[DATA EXTRACT Boundary: Start]

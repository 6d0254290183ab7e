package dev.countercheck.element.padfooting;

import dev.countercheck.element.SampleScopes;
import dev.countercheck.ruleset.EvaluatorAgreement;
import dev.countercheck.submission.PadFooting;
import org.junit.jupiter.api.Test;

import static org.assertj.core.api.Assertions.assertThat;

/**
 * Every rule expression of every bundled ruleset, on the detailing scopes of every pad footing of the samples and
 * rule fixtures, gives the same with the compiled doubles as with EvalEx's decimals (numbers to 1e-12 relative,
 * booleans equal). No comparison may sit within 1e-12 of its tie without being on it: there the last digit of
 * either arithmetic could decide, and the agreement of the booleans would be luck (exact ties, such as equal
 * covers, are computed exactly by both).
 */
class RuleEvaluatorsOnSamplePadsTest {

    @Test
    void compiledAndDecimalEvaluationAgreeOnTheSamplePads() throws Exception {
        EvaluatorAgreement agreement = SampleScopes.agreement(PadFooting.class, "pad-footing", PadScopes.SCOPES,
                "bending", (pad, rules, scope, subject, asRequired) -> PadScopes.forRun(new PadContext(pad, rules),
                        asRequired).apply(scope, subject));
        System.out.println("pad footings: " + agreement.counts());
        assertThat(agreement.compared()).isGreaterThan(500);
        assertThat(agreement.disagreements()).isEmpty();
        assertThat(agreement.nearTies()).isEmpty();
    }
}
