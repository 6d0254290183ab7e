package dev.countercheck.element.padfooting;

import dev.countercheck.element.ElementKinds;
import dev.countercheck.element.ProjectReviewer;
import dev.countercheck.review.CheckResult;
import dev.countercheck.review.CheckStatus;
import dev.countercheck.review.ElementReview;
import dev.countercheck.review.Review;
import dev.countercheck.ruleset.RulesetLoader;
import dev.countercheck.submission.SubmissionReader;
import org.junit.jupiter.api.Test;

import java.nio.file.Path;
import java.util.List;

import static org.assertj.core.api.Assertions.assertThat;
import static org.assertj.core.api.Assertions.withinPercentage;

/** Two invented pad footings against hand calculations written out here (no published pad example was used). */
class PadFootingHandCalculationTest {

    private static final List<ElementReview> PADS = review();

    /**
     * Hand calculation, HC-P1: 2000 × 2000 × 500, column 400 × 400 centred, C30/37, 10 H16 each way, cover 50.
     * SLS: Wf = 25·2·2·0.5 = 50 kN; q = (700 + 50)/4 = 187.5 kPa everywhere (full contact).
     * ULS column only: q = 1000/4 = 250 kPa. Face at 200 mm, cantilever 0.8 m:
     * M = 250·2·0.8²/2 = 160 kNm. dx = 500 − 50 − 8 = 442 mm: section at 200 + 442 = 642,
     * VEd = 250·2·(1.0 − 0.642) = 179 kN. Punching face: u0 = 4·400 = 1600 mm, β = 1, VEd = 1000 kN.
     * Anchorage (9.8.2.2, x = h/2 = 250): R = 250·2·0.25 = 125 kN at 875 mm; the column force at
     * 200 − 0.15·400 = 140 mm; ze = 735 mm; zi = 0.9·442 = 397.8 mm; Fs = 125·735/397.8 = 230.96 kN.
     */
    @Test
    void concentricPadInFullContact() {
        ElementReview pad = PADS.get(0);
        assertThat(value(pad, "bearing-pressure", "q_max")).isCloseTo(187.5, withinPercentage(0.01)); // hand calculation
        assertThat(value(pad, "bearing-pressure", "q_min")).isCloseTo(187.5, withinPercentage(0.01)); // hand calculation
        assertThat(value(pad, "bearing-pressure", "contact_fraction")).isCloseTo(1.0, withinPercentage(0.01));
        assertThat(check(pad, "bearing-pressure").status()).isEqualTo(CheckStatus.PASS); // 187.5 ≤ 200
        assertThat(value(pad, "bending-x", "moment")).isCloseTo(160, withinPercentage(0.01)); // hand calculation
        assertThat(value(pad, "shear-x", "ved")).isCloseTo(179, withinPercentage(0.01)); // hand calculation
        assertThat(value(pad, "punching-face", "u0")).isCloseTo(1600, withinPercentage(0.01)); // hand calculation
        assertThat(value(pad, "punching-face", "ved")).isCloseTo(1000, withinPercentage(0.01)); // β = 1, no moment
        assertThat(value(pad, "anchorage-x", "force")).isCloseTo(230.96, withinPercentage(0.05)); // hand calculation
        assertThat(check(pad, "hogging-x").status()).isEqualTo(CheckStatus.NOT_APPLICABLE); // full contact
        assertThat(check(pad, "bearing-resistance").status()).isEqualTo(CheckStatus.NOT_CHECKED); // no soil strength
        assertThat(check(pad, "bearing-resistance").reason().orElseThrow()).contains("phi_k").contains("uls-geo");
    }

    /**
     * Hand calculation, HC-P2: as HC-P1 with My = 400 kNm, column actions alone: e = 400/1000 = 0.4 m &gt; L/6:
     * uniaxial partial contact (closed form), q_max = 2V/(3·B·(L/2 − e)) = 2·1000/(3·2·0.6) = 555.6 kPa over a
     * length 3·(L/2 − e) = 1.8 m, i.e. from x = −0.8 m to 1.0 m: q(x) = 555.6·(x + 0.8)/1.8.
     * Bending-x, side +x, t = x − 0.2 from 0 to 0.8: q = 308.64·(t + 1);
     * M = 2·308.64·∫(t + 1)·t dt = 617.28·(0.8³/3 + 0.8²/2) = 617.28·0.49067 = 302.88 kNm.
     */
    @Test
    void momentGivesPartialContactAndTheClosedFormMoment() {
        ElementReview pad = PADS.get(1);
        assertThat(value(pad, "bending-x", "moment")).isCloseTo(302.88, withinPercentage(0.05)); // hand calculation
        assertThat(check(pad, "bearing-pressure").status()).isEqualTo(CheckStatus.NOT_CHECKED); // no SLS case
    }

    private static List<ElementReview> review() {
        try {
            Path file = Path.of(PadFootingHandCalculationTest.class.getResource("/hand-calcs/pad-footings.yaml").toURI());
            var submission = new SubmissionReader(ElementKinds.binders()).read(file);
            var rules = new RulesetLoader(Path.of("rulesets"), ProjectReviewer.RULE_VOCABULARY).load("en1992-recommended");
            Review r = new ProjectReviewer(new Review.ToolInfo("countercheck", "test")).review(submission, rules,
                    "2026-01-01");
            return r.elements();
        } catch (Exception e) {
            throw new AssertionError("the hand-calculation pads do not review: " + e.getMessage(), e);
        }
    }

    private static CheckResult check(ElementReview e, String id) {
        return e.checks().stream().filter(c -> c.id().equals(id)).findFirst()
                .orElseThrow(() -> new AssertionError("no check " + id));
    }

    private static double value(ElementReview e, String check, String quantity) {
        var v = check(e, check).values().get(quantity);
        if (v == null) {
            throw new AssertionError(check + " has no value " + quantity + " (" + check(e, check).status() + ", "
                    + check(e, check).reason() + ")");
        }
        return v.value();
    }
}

[DATA EXTRACT Boundary: End]

WHAT TO DO —
Each entry needs to be given again exactly as it stands.

RESPONSE TO THIS EXERCISE —
repository 6d0254290183ab7e
package dev.countercheck.element.padfooting;

import dev.countercheck.element.SampleScopes;
import dev.countercheck.ruleset.EvaluatorAgreement;
import dev.countercheck.submission.PadFooting;
import org.junit.jupiter.api.Test;

import static org.assertj.core.api.Assertions.assertThat;

/**
 * Every rule expression of every bundled ruleset, on the detailing scopes of every pad footing of the samples and
 * rule fixtures, gives the same with the compiled doubles as with EvalEx's decimals (numbers to 1e-12 relative,
 * booleans equal). No comparison may sit within 1e-12 of its tie without being on it: there the last digit of
 * either arithmetic could decide, and the agreement of the booleans would be luck (exact ties, such as equal
 * covers, are computed exactly by both).
 */
class RuleEvaluatorsOnSamplePadsTest {

    @Test
    void compiledAndDecimalEvaluationAgreeOnTheSamplePads() throws Exception {
        EvaluatorAgreement agreement = SampleScopes.agreement(PadFooting.class, "pad-footing", PadScopes.SCOPES,
                "bending", (pad, rules, scope, subject, asRequired) -> PadScopes.forRun(new PadContext(pad, rules),
                        asRequired).apply(scope, subject));
        System.out.println("pad footings: " + agreement.counts());
        assertThat(agreement.compared()).isGreaterThan(500);
        assertThat(agreement.disagreements()).isEmpty();
        assertThat(agreement.nearTies()).isEmpty();
    }
}
repository 6d0254290183ab7e
package dev.countercheck.element.padfooting;

import dev.countercheck.element.ElementKinds;
import dev.countercheck.element.ProjectReviewer;
import dev.countercheck.review.CheckResult;
import dev.countercheck.review.CheckStatus;
import dev.countercheck.review.ElementReview;
import dev.countercheck.review.Review;
import dev.countercheck.ruleset.RulesetLoader;
import dev.countercheck.submission.SubmissionReader;
import org.junit.jupiter.api.Test;

import java.nio.file.Path;
import java.util.List;

import static org.assertj.core.api.Assertions.assertThat;
import static org.assertj.core.api.Assertions.withinPercentage;

/** Two invented pad footings against hand calculations written out here (no published pad example was used). */
class PadFootingHandCalculationTest {

    private static final List<ElementReview> PADS = review();

    /**
     * Hand calculation, HC-P1: 2000 × 2000 × 500, column 400 × 400 centred, C30/37, 10 H16 each way, cover 50.
     * SLS: Wf = 25·2·2·0.5 = 50 kN; q = (700 + 50)/4 = 187.5 kPa everywhere (full contact).
     * ULS column only: q = 1000/4 = 250 kPa. Face at 200 mm, cantilever 0.8 m:
     * M = 250·2·0.8²/2 = 160 kNm. dx = 500 − 50 − 8 = 442 mm: section at 200 + 442 = 642,
     * VEd = 250·2·(1.0 − 0.642) = 179 kN. Punching face: u0 = 4·400 = 1600 mm, β = 1, VEd = 1000 kN.
     * Anchorage (9.8.2.2, x = h/2 = 250): R = 250·2·0.25 = 125 kN at 875 mm; the column force at
     * 200 − 0.15·400 = 140 mm; ze = 735 mm; zi = 0.9·442 = 397.8 mm; Fs = 125·735/397.8 = 230.96 kN.
     */
    @Test
    void concentricPadInFullContact() {
        ElementReview pad = PADS.get(0);
        assertThat(value(pad, "bearing-pressure", "q_max")).isCloseTo(187.5, withinPercentage(0.01)); // hand calculation
        assertThat(value(pad, "bearing-pressure", "q_min")).isCloseTo(187.5, withinPercentage(0.01)); // hand calculation
        assertThat(value(pad, "bearing-pressure", "contact_fraction")).isCloseTo(1.0, withinPercentage(0.01));
        assertThat(check(pad, "bearing-pressure").status()).isEqualTo(CheckStatus.PASS); // 187.5 ≤ 200
        assertThat(value(pad, "bending-x", "moment")).isCloseTo(160, withinPercentage(0.01)); // hand calculation
        assertThat(value(pad, "shear-x", "ved")).isCloseTo(179, withinPercentage(0.01)); // hand calculation
        assertThat(value(pad, "punching-face", "u0")).isCloseTo(1600, withinPercentage(0.01)); // hand calculation
        assertThat(value(pad, "punching-face", "ved")).isCloseTo(1000, withinPercentage(0.01)); // β = 1, no moment
        assertThat(value(pad, "anchorage-x", "force")).isCloseTo(230.96, withinPercentage(0.05)); // hand calculation
        assertThat(check(pad, "hogging-x").status()).isEqualTo(CheckStatus.NOT_APPLICABLE); // full contact
        assertThat(check(pad, "bearing-resistance").status()).isEqualTo(CheckStatus.NOT_CHECKED); // no soil strength
        assertThat(check(pad, "bearing-resistance").reason().orElseThrow()).contains("phi_k").contains("uls-geo");
    }

    /**
     * Hand calculation, HC-P2: as HC-P1 with My = 400 kNm, column actions alone: e = 400/1000 = 0.4 m &gt; L/6:
     * uniaxial partial contact (closed form), q_max = 2V/(3·B·(L/2 − e)) = 2·1000/(3·2·0.6) = 555.6 kPa over a
     * length 3·(L/2 − e) = 1.8 m, i.e. from x = −0.8 m to 1.0 m: q(x) = 555.6·(x + 0.8)/1.8.
     * Bending-x, side +x, t = x − 0.2 from 0 to 0.8: q = 308.64·(t + 1);
     * M = 2·308.64·∫(t + 1)·t dt = 617.28·(0.8³/3 + 0.8²/2) = 617.28·0.49067 = 302.88 kNm.
     */
    @Test
    void momentGivesPartialContactAndTheClosedFormMoment() {
        ElementReview pad = PADS.get(1);
        assertThat(value(pad, "bending-x", "moment")).isCloseTo(302.88, withinPercentage(0.05)); // hand calculation
        assertThat(check(pad, "bearing-pressure").status()).isEqualTo(CheckStatus.NOT_CHECKED); // no SLS case
    }

    private static List<ElementReview> review() {
        try {
            Path file = Path.of(PadFootingHandCalculationTest.class.getResource("/hand-calcs/pad-footings.yaml").toURI());
            var submission = new SubmissionReader(ElementKinds.binders()).read(file);
            var rules = new RulesetLoader(Path.of("rulesets"), ProjectReviewer.RULE_VOCABULARY).load("en1992-recommended");
            Review r = new ProjectReviewer(new Review.ToolInfo("countercheck", "test")).review(submission, rules,
                    "2026-01-01");
            return r.elements();
        } catch (Exception e) {
            throw new AssertionError("the hand-calculation pads do not review: " + e.getMessage(), e);
        }
    }

    private static CheckResult check(ElementReview e, String id) {
        return e.checks().stream().filter(c -> c.id().equals(id)).findFirst()
                .orElseThrow(() -> new AssertionError("no check " + id));
    }

    private static double value(ElementReview e, String check, String quantity) {
        var v = check(e, check).values().get(quantity);
        if (v == null) {
            throw new AssertionError(check + " has no value " + quantity + " (" + check(e, check).status() + ", "
                    + check(e, check).reason() + ")");
        }
        return v.value();
    }
}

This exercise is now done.